=== Supplied material ===
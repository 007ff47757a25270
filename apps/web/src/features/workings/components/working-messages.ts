/** Said when a change carried a version someone else had moved past: nothing was saved. */
export const staleWorkingMessage =
  'Someone else changed this working meanwhile, so your change was not saved. It now shows as it stands: check it, then try again.';
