import { type ReliabilityGrade, type SourceKind } from '@skyledger/contracts';

/**
 * What generated claims are made of: claim patterns on the PRODUCT.md topics, invented
 * names, places, publishers and sources. Generated rows are for scale tests and the
 * benchmark, never the demo.
 */
export interface ClaimPattern {
  summary: string;
  text: string;
  topics: readonly string[];
  /** How often this kind of claim turns up, relative to the others. */
  weight: number;
}

/** `{place}` and `{year}` are filled in per claim. */
export const claimPatterns: readonly ClaimPattern[] = [
  {
    summary: 'Heat from the Earth’s core is what warms {place}',
    text: 'The ground under {place} is warming us from below; the core is getting hotter.',
    topics: ['geothermal', 'energy-budget'],
    weight: 6,
  },
  {
    summary: 'The sun has been getting brighter since {year}',
    text: 'Since {year} the sun has simply been putting out more heat, and that is all warming is.',
    topics: ['solar', 'attribution'],
    weight: 8,
  },
  {
    summary: 'Global warming stopped in {year}',
    text: 'There has been no warming since {year}; the record has been flat ever since.',
    topics: ['temperature-record', 'trends'],
    weight: 10,
  },
  {
    summary: 'CO2 is too small a share of the air to matter',
    text: 'Carbon dioxide is only 0.04 per cent of the atmosphere, far too little to change anything.',
    topics: ['carbon-dioxide', 'greenhouse-effect'],
    weight: 9,
  },
  {
    summary: 'Water vapour, not CO2, does all the greenhouse warming',
    text: 'Water vapour is the real greenhouse gas; carbon dioxide is a rounding error.',
    topics: ['water-vapour', 'greenhouse-effect'],
    weight: 5,
  },
  {
    summary: 'Volcanoes put out more CO2 than people do',
    text: 'One eruption near {place} released more carbon dioxide than all our cars in a year.',
    topics: ['volcanoes', 'carbon-dioxide'],
    weight: 5,
  },
  {
    summary: 'Cosmic rays set the climate through the clouds',
    text: 'Cosmic rays seed the clouds, and the clouds decide the temperature, not us.',
    topics: ['cosmic-rays', 'clouds'],
    weight: 3,
  },
  {
    summary: 'The oceans are heated by undersea volcanoes',
    text: 'The sea off {place} is warming because of volcanoes on the seabed.',
    topics: ['ocean-heat', 'volcanoes'],
    weight: 3,
  },
  {
    summary: 'The {year} cold snap in {place} disproves global warming',
    text: 'We had snow in {place} in {year}. So much for global warming.',
    topics: ['temperature-record', 'weather-vs-climate'],
    weight: 7,
  },
  {
    summary: 'The {place} weather station was moved to make it warmer',
    text: 'They moved the {place} station next to a car park in {year} and called it warming.',
    topics: ['station-data', 'urban-heat'],
    weight: 4,
  },
  {
    summary: 'Sea level at {place} has not risen since {year}',
    text: 'The harbour wall at {place} has the same high-water mark as in {year}.',
    topics: ['sea-level'],
    weight: 5,
  },
  {
    summary: 'Arctic sea ice has recovered to its {year} extent',
    text: 'The Arctic ice is back where it was in {year}; the melt has reversed.',
    topics: ['sea-ice', 'trends'],
    weight: 4,
  },
  {
    summary: 'Climate has always changed, so today’s change is natural',
    text: 'The climate changed long before factories, so this is just another natural cycle.',
    topics: ['attribution', 'paleoclimate'],
    weight: 7,
  },
  {
    summary: 'The 1930s were hotter than today',
    text: 'The 1930s were the hottest decade on record, hotter than anything since.',
    topics: ['temperature-record'],
    weight: 4,
  },
  {
    summary: 'More CO2 only greens the planet, it cannot warm it',
    text: 'Carbon dioxide is plant food; more of it makes {place} greener, not warmer.',
    topics: ['carbon-dioxide', 'ecosystems'],
    weight: 3,
  },
  {
    summary: 'Heat pumps in {place} raise emissions',
    text: 'Every heat pump fitted in {place} since {year} has raised emissions, not cut them.',
    topics: ['energy', 'emissions'],
    weight: 3,
  },
  {
    summary: 'Warming since {year} is all from urban heat islands',
    text: 'Towns like {place} grew around the thermometers; that is the whole of the warming.',
    topics: ['urban-heat', 'station-data'],
    weight: 4,
  },
  {
    summary: 'Climate sensitivity is too low for CO2 to matter',
    text: 'Doubling carbon dioxide would warm us by a fraction of a degree at most.',
    topics: ['climate-sensitivity', 'carbon-dioxide'],
    weight: 3,
  },
];

/** Extra tags a claim may carry besides its pattern's. */
export const extraTopics: readonly string[] = [
  'local',
  'politics',
  'health',
  'farming',
  'flooding',
  'energy-bills',
  'transport',
];

export const places: readonly string[] = [
  'Marrowby',
  'Wenlow',
  'Eastgate',
  'Fallowmere',
  'Brackenholt',
  'Saltry Cove',
  'Upper Wenlow',
  'Hollinsby',
  'Copperwick',
  'Dunstable Fen',
  'Greywater',
  'Ashcombe Vale',
];

export const givenNames: readonly string[] = [
  'Aldous',
  'Bryony',
  'Cedric',
  'Delphine',
  'Ewan',
  'Fenella',
  'Gideon',
  'Hester',
  'Ivo',
  'Juniper',
  'Kit',
  'Lavinia',
  'Magnus',
  'Nerys',
  'Oswin',
  'Perpetua',
  'Quentin',
  'Rosalind',
  'Silas',
  'Tabitha',
  'Ulric',
  'Verity',
  'Wystan',
  'Yolanda',
];

export const familyNames: readonly string[] = [
  'Ashdown',
  'Blackthorne',
  'Corrigan',
  'Dunmore',
  'Etherington',
  'Fairweather',
  'Gallimore',
  'Holloway',
  'Illingworth',
  'Jessop',
  'Kettlewell',
  'Larkspur',
  'Merriman',
  'Nettleford',
  'Ormerod',
  'Pendlebury',
  'Quarrington',
  'Rowntree',
  'Stainthorpe',
  'Thistlewood',
  'Underhill',
  'Varley',
  'Whitlock',
  'Yarrow',
];

export const organisationForms: readonly string[] = [
  '{place} Energy Forum',
  '{place} Motorists’ League',
  '{place} Heating Suppliers Association',
  'Friends of {place} Moor',
  '{place} Ratepayers’ Alliance',
  '{place} Farmers’ Union',
  '{place} Weather Society',
  '{place} Chamber of Commerce',
];

export const publicTitles: readonly string[] = [
  'Councillor',
  'Cllr',
  'Alderman',
  'Mayor',
  'Candidate',
  '',
];

/**
 * Kinds of generated sources: a title pattern on a topic (`{topic}`, `{place}`, `{year}`
 * filled in), who publishes that kind, and how the desk tends to grade it.
 */
export interface SourcePattern {
  kind: SourceKind;
  title: string;
  publishers: readonly string[];
  grades: Readonly<Partial<Record<ReliabilityGrade, number>>>;
  /** Whether it has a DOI (else a web address); expert interviews have neither. */
  cited: 'doi' | 'url' | 'none';
  weight: number;
}

export const sourcePatterns: readonly SourcePattern[] = [
  {
    kind: 'peer_reviewed_paper',
    title: 'A regional reassessment of {topic} around {place}, {year}',
    publishers: [
      'Fallowmere Journal of Atmospheric Physics',
      'Annals of the Wenlow Geophysical Society',
    ],
    grades: { strong: 6, adequate: 3, weak: 1 },
    cited: 'doi',
    weight: 8,
  },
  {
    kind: 'preprint',
    title: 'Revisiting {topic}: a preliminary analysis of the {place} record',
    publishers: ['Copperwick Open Preprints'],
    grades: { adequate: 3, weak: 4 },
    cited: 'doi',
    weight: 3,
  },
  {
    kind: 'assessment_report',
    title: 'The {year} assessment of {topic} for the northern counties',
    publishers: ['Northern Counties Climate Panel'],
    grades: { strong: 9, adequate: 1 },
    cited: 'doi',
    weight: 3,
  },
  {
    kind: 'agency_dataset',
    title: '{topic} observations, {place} station network, to {year}',
    publishers: ['Greywater Environment Agency', 'Eastgate Meteorological Service'],
    grades: { strong: 7, adequate: 3 },
    cited: 'url',
    weight: 6,
  },
  {
    kind: 'agency_statement',
    title: 'Statement on {topic} in {place} ({year})',
    publishers: ['Greywater Environment Agency', 'Eastgate Meteorological Service'],
    grades: { strong: 3, adequate: 6 },
    cited: 'url',
    weight: 4,
  },
  {
    kind: 'press_release',
    title: '{place} group says new figures on {topic} change the picture',
    publishers: ['Hollinsby Energy Forum', 'Saltry Cove Ratepayers’ Alliance'],
    grades: { weak: 6, unreliable: 4 },
    cited: 'url',
    weight: 3,
  },
  {
    kind: 'news_report',
    title: 'What the {year} figures on {topic} mean for {place}',
    publishers: ['Brackenholt Evening Courier', 'Ashcombe Vale Herald'],
    grades: { adequate: 5, weak: 5 },
    cited: 'url',
    weight: 4,
  },
  {
    kind: 'blog_or_social_post',
    title: 'Why I stopped believing the {topic} story ({place}, {year})',
    publishers: ['Upper Wenlow Notes (blog)'],
    grades: { weak: 3, unreliable: 7 },
    cited: 'url',
    weight: 2,
  },
  {
    kind: 'expert_interview',
    title: 'Interview on {topic} with a researcher at the University of Marrowby',
    publishers: ['Marrowby Gazette science desk'],
    grades: { strong: 2, adequate: 7, weak: 1 },
    cited: 'none',
    weight: 2,
  },
];

/** Why a generated source got its grade, per grade. */
export const gradeReasons: Readonly<Record<ReliabilityGrade, string>> = {
  strong: 'Primary, reviewed evidence that bears directly on the claim.',
  adequate: 'Credible and relevant, with limits the explainer should mention.',
  weak: 'Indirect or unreviewed; used only beside stronger sources.',
  unreliable: 'No traceable evidence behind it; cited only to show where the claim came from.',
};
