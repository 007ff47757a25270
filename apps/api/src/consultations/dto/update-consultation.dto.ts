import { PartialType } from '@nestjs/swagger';
import { type UpdateConsultationRequest } from '@skyledger/contracts';
import { VersionField } from '../../common/validation/fields';
import { CreateConsultationDto } from './create-consultation.dto';

export class UpdateConsultationDto
  extends PartialType(CreateConsultationDto)
  implements UpdateConsultationRequest
{
  @VersionField()
  version: number;
}
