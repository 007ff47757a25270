import { Button, Callout, Flex, Heading, Spinner, Text } from '@radix-ui/themes';
import { useQuery } from '@tanstack/react-query';
import { Link as RouterLink } from 'react-router-dom';
import { useShowNotice } from '@/components/ui/toaster';
import { paths } from '@/config/paths';
import { useCurrentUser } from '@/features/auth/current-user';
import { hasClaimRole } from '@/features/claims/claim-permissions';
import { claimVerdictQueryOptions } from '@/features/verdicts/api/get-claim-verdict';
import { errorMessage } from '@/lib/api-error-messages';
import { useCalculators } from '../api/get-calculators';
import { useClaimWorkings } from '../api/get-claim-workings';
import { WorkingCard } from './working-card';

/**
 * The workings saved on a claim, oldest first: each calculator's inputs, outputs, band,
 * steps and cautions as the server computed them, with the editor's note.
 */
export function ClaimWorkings({ claimId }: { claimId: string }) {
  const user = useCurrentUser();
  const workings = useClaimWorkings(claimId);
  // Titles and labels only; a working still shows, by its ids, if these fail to load.
  const catalogue = useCalculators();
  const showNotice = useShowNotice();
  const calculatorOf = (id: string) =>
    catalogue.data?.calculators.find((calculator) => calculator.id === id);
  // Which verdict version uses a working, if any: the API refuses to remove it while one does.
  const verdict = useQuery(claimVerdictQueryOptions(claimId));
  const usedBy = (workingId: string) =>
    verdict.data?.versions
      .toReversed()
      .find((version) => version.embeddedWorkingIds.includes(workingId));

  const mayRun = hasClaimRole(user.role, 'research');

  return (
    <Flex direction="column" gap="4">
      <Flex justify="between" align="start" gap="3" wrap="wrap">
        <Flex direction="column" gap="1" maxWidth="640px">
          <Heading as="h2" size="5">
            Workings
          </Heading>
          <Text size="2" color="gray">
            Back-of-envelope checks run on this claim. The server computes every result from the
            inputs alone; these are estimates with the limits shown, not climate model output.
          </Text>
        </Flex>
        {mayRun ? (
          <Button asChild highContrast>
            <RouterLink to={paths.app.workbench.getHref(undefined, claimId)}>
              Run a calculator for this claim
            </RouterLink>
          </Button>
        ) : null}
      </Flex>
      {workings.isPending || catalogue.isPending ? (
        <Flex align="center" gap="3" role="status">
          <Spinner />
          <Text color="gray">Loading the workings…</Text>
        </Flex>
      ) : workings.isError ? (
        <Callout.Root color="red" role="alert">
          <Callout.Text>{errorMessage(workings.error)}</Callout.Text>
        </Callout.Root>
      ) : workings.data.length === 0 ? (
        <Text color="gray">
          No workings on this claim yet.
          {mayRun ? ' Run a calculator in the workbench and save its result here.' : ''}
        </Text>
      ) : (
        <ul className="sl-card-list sl-workings" aria-label="Workings, oldest first">
          {workings.data.map((working) => (
            <li key={working.id}>
              <WorkingCard
                claimId={claimId}
                working={working}
                calculator={calculatorOf(working.calculatorId)}
                usedBy={usedBy(working.id)}
                user={user}
                onNotice={showNotice}
              />
            </li>
          ))}
        </ul>
      )}
    </Flex>
  );
}
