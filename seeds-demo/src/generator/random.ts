import { uniformFloat64 } from 'pure-rand/distribution/uniformFloat64';
import { uniformInt } from 'pure-rand/distribution/uniformInt';
import { xoroshiro128plus } from 'pure-rand/generator/xoroshiro128plus';
import { type JumpableRandomGenerator } from 'pure-rand/types/JumpableRandomGenerator';

/**
 * The kinds of rows the generator makes, each drawn from a random stream of its own, so
 * adding a kind (or changing how one kind is drawn) leaves the others' rows as they were
 * for the same seed. Append new kinds at the end: a stream's position is its identity.
 */
export const randomStreams = [
  'people',
  'claimants',
  'sources',
  'claims',
  'workings',
  'verdicts',
  'signoffs',
  'publications',
] as const;
export type RandomStream = (typeof randomStreams)[number];

/**
 * A seeded random source for generated rows, so a generated desk is the same on every
 * run with the same seed. xoroshiro128+ from pure-rand; the streams are its jumps
 * (2^64 draws apart), so they never overlap.
 */
export class SeededRandom {
  private constructor(private readonly generator: JumpableRandomGenerator) {}

  static stream(seed: number, stream: RandomStream): SeededRandom {
    const generator = xoroshiro128plus(seed);
    for (let jumps = 0; jumps <= randomStreams.indexOf(stream); jumps += 1) generator.jump();
    return new SeededRandom(generator);
  }

  /** A number in [0, 1). */
  next(): number {
    return uniformFloat64(this.generator);
  }

  /** An integer in [0, n). */
  below(n: number): number {
    return uniformInt(this.generator, 0, n - 1);
  }

  chance(probability: number): boolean {
    return this.next() < probability;
  }

  pick<T>(items: readonly T[]): T {
    if (items.length === 0) throw new Error('pick() needs at least one item');
    return items[this.below(items.length)]!;
  }

  /** Up to `count` different items, in the order drawn. */
  pickDistinct<T>(items: readonly T[], count: number, skew = 1): T[] {
    const picked = new Set<T>();
    for (let tries = 0; picked.size < Math.min(count, items.length) && tries < count * 4; tries++) {
      picked.add(items[this.skewedIndex(items.length, skew)]!);
    }
    return [...picked];
  }

  /** One of the keys, with probability proportional to its weight. */
  weighted<K extends string>(weights: Readonly<Record<K, number>>): K {
    const entries = Object.entries(weights) as Array<[K, number]>;
    const total = entries.reduce((sum, [, weight]) => sum + weight, 0);
    let ticket = this.next() * total;
    for (const [key, weight] of entries) {
      ticket -= weight;
      if (ticket < 0) return key;
    }
    return entries[entries.length - 1]![0];
  }

  /**
   * An index in [0, n) where low indexes come up far more often (a few claimants make
   * most claims): u^skew stretched over n.
   */
  skewedIndex(n: number, skew = 3): number {
    return Math.min(n - 1, Math.floor(n * this.next() ** skew));
  }

  /** A version-4 UUID (RFC 9562 §5.4) made from this stream, so ids repeat with the seed. */
  uuid(): string {
    const hex = Array.from({ length: 4 }, () =>
      (this.generator.next() >>> 0).toString(16).padStart(8, '0'),
    ).join('');
    const variant = ((parseInt(hex[16]!, 16) & 0x3) | 0x8).toString(16);
    return `${hex.slice(0, 8)}-${hex.slice(8, 12)}-4${hex.slice(13, 16)}-${variant}${hex.slice(17, 20)}-${hex.slice(20, 32)}`;
  }
}
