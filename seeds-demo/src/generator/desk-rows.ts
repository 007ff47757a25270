import {
  type ClaimantKind,
  type ClaimStatus,
  type Role,
  type SetAsideReason,
} from '@skyledger/contracts';
import { type SeededRandom } from './random';
import { type SourceRow } from './source-rows';
import {
  type ClaimPattern,
  claimPatterns,
  extraTopics,
  familyNames,
  givenNames,
  organisationForms,
  places,
  publicTitles,
} from './vocabulary';

/*
 * Rows as the generator writes them, keyed by the API entities' property names (the
 * writer maps them to columns through TypeORM's metadata, so a renamed column fails loudly).
 */

export interface PersonRow {
  id: string;
  email: string;
  displayName: string;
  role: Role;
  status: 'active';
  /** No password: a generated person cannot sign in. */
  passwordHash: null;
  createdAt: Date;
  updatedAt: Date;
  version: number;
}

export interface ClaimantRow {
  id: string;
  name: string;
  kind: ClaimantKind;
  affiliation: string | null;
  notes: string;
  nameShownPublicly: boolean;
  createdAt: Date;
  updatedAt: Date;
  version: number;
}

export interface ClaimRow {
  id: string;
  text: string;
  summary: string;
  status: ClaimStatus;
  legalReview: boolean;
  claimantId: string;
  assigneeId: string | null;
  filedById: string;
  setAsideReason: SetAsideReason | null;
  /** Set on first publication (verdict-rows.ts). */
  slug: string | null;
  firstPublishedAt: Date | null;
  /** A desk chief's waiver of the right of reply, before a claim is cleared. */
  replyWaiverReason: string | null;
  replyWaivedById: string | null;
  replyWaivedAt: Date | null;
  createdAt: Date;
  updatedAt: Date;
  version: number;
}

export interface TopicRow {
  claimId: string;
  topic: string;
}

export interface ClaimSourceRow {
  claimId: string;
  sourceId: string;
  linkedById: string;
  linkedAt: Date;
}

/** A claim as filed and researched, before its verdict: the rows of the `claims` stream. */
export interface FiledClaim {
  claim: ClaimRow;
  topics: TopicRow[];
  sourceLinks: ClaimSourceRow[];
  /** The kind of claim it is, which its working and verdict follow. */
  pattern: ClaimPattern;
}

/** The time span generated rows fall in. */
export interface DeskSpan {
  /** Filing dates run from `until - years` to `until`, busier towards the end. */
  until: Date;
  years: number;
}

/** Generated people and claimants say so, wherever the desk shows them. */
export const GENERATED_EMAIL_DOMAIN = 'generated.marrowby-gazette.test';
export const GENERATED_NOTE = 'Generated for scale tests by the seeds-demo generator; invented.';

const DAY_MS = 86_400_000;

export function spanStart(span: DeskSpan): Date {
  return new Date(span.until.getTime() - span.years * 365 * DAY_MS);
}

/** The statuses a claim of this age is likely to have reached: new ones open, old ones done. */
function statusWeights(ageDays: number): Record<ClaimStatus, number> {
  if (ageDays < 14) {
    return {
      filed: 45,
      in_research: 40,
      awaiting_signoff: 8,
      sent_back: 3,
      cleared: 0,
      published: 0,
      set_aside: 4,
    };
  }
  if (ageDays < 90) {
    return {
      filed: 8,
      in_research: 30,
      awaiting_signoff: 10,
      sent_back: 5,
      cleared: 7,
      published: 25,
      set_aside: 15,
    };
  }
  return {
    filed: 1,
    in_research: 2,
    awaiting_signoff: 0.5,
    sent_back: 0.5,
    cleared: 1,
    published: 70,
    set_aside: 25,
  };
}

/** The invented desk that files and researches generated claims: fixed e-mails, seeded ids. */
export function generatedPeople(random: SeededRandom, span: DeskSpan): PersonRow[] {
  const roster: Array<[Role, number]> = [
    ['reporter', 8],
    ['science_editor', 6],
    ['copy_desk', 2],
    ['desk_chief', 2],
  ];
  const joined = spanStart(span);
  const people: PersonRow[] = [];
  for (const [role, count] of roster) {
    for (let n = 1; n <= count; n += 1) {
      people.push({
        id: random.uuid(),
        email: `${role.replace('_', '-')}-${String(n).padStart(2, '0')}@${GENERATED_EMAIL_DOMAIN}`,
        displayName: `${random.pick(givenNames)} ${random.pick(familyNames)}`,
        role,
        status: 'active',
        passwordHash: null,
        createdAt: joined,
        updatedAt: joined,
        version: 1,
      });
    }
  }
  return people;
}

export function claimantRows(random: SeededRandom, count: number, span: DeskSpan): ClaimantRow[] {
  const known = spanStart(span);
  return Array.from({ length: count }, (_, index) => {
    const kind = random.weighted<ClaimantKind>({
      public_figure: 45,
      organisation: 35,
      private_individual: 20,
    });
    const person = `${random.pick(givenNames)} ${random.pick(familyNames)}`;
    const name =
      kind === 'organisation'
        ? random.pick(organisationForms).replace('{place}', random.pick(places))
        : kind === 'public_figure'
          ? `${random.pick(publicTitles)} ${person}`.trim()
          : person;
    return {
      id: random.uuid(),
      // The number keeps generated names apart in search; they stay invented.
      name: `${name} ${index + 1}`,
      kind,
      affiliation: kind === 'public_figure' ? `${random.pick(places)} Borough Council` : null,
      notes: GENERATED_NOTE,
      // As ClaimantsService files them: only a desk chief may show a private name.
      nameShownPublicly: false,
      createdAt: known,
      updatedAt: known,
      version: 1,
    };
  });
}

/**
 * The claims, one at a time (100 000 need not sit in memory), each following the claim
 * life: a `filed` claim has nobody on it, every claim past `filed` was researched by a
 * science editor or desk chief (a set-aside one maybe), a `set_aside` claim has its
 * reason, and sources are cited only on researched claims, by whoever researched them.
 */
export function* claimRows(
  random: SeededRandom,
  options: DeskSpan & {
    count: number;
    claimants: readonly ClaimantRow[];
    people: readonly PersonRow[];
    /** Sources by topic; a researched claim cites a few on its own topics. */
    sourcesByTopic: ReadonlyMap<string, readonly SourceRow[]>;
  },
): Generator<FiledClaim> {
  const reporters = options.people.filter((person) => person.role === 'reporter');
  const editors = options.people.filter((person) => person.role === 'science_editor');
  const chiefs = options.people.filter((person) => person.role === 'desk_chief');
  if (reporters.length === 0 || editors.length === 0 || chiefs.length === 0) {
    throw new Error('claimRows needs at least one reporter, science editor and desk chief');
  }
  if (options.claimants.length === 0) throw new Error('claimRows needs at least one claimant');
  const patternWeights = Object.fromEntries(
    claimPatterns.map((pattern, index) => [String(index), pattern.weight]),
  );
  const span = options.years * 365 * DAY_MS;
  const end = options.until.getTime();
  for (let n = 0; n < options.count; n += 1) {
    // sqrt(u) has density 2u: the desk files more claims every year.
    const createdAt = new Date(Math.floor(end - span + span * Math.sqrt(random.next())));
    const ageDays = (end - createdAt.getTime()) / DAY_MS;
    const status = random.weighted(statusWeights(ageDays));
    const claimant = options.claimants[random.skewedIndex(options.claimants.length)]!;
    const pattern = claimPatterns[Number(random.weighted(patternWeights))]!;
    const phrasing = random.pick(pattern.phrasings);
    const year = createdAt.getUTCFullYear() - 1 - random.below(12);
    const place = random.pick(places);
    const fillIn = (template: string) =>
      template.replaceAll('{place}', place).replaceAll('{year}', String(year));

    const researched = status !== 'filed' && (status !== 'set_aside' || random.chance(0.5));
    const assignee = researched
      ? random.chance(0.1)
        ? random.pick(chiefs)
        : editors[random.skewedIndex(editors.length, 1.6)]!
      : null;
    const filedBy = random.chance(0.8) ? random.pick(reporters) : random.pick(editors);
    const legalReview = random.chance(claimant.kind === 'private_individual' ? 0.25 : 0.02);
    const busyDays = status === 'filed' ? 2 : 60;
    const busyMs = Math.floor(random.next() * Math.min(ageDays, busyDays) * DAY_MS);
    const updatedAt = new Date(createdAt.getTime() + busyMs);
    const topics = new Set(pattern.topics);
    if (random.chance(0.3)) topics.add(random.pick(extraTopics));
    const id = random.uuid();

    const sourceLinks = assignee
      ? random
          .pickDistinct(
            options.sourcesByTopic.get(random.pick(pattern.topics)) ?? [],
            1 + random.below(4),
            2,
          )
          .map((source) => ({
            claimId: id,
            sourceId: source.id,
            linkedById: assignee.id,
            linkedAt: new Date(createdAt.getTime() + Math.floor(random.next() * busyMs)),
          }))
      : [];
    yield {
      claim: {
        id,
        text: fillIn(phrasing.text),
        summary: fillIn(phrasing.summary),
        status,
        legalReview,
        claimantId: claimant.id,
        assigneeId: assignee?.id ?? null,
        filedById: filedBy.id,
        setAsideReason:
          status === 'set_aside'
            ? random.weighted<SetAsideReason>({
                duplicate: 50,
                not_checkable: 30,
                out_of_scope: 20,
              })
            : null,
        slug: null,
        firstPublishedAt: null,
        replyWaiverReason: null,
        replyWaivedById: null,
        replyWaivedAt: null,
        createdAt,
        updatedAt,
        version: 1 + random.below(status === 'filed' ? 2 : 8),
      },
      topics: [...topics].map((topic) => ({ claimId: id, topic })),
      sourceLinks,
      pattern,
    };
  }
}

=== What you should do ===
In the listing above, find the line with "The workings saved" and the line with "const workings = useClaimWorkings(claimId);", then print exactly those lines and every line between them.

=== The completed task ===
 * The workings saved on a claim, oldest first: each calculator's inputs, outputs, band,
 * steps and cautions as the server computed them, with the editor's note.
 */
export function ClaimWorkings({ claimId }: { claimId: string }) {
  const user = useCurrentUser();
  const workings = useClaimWorkings(claimId);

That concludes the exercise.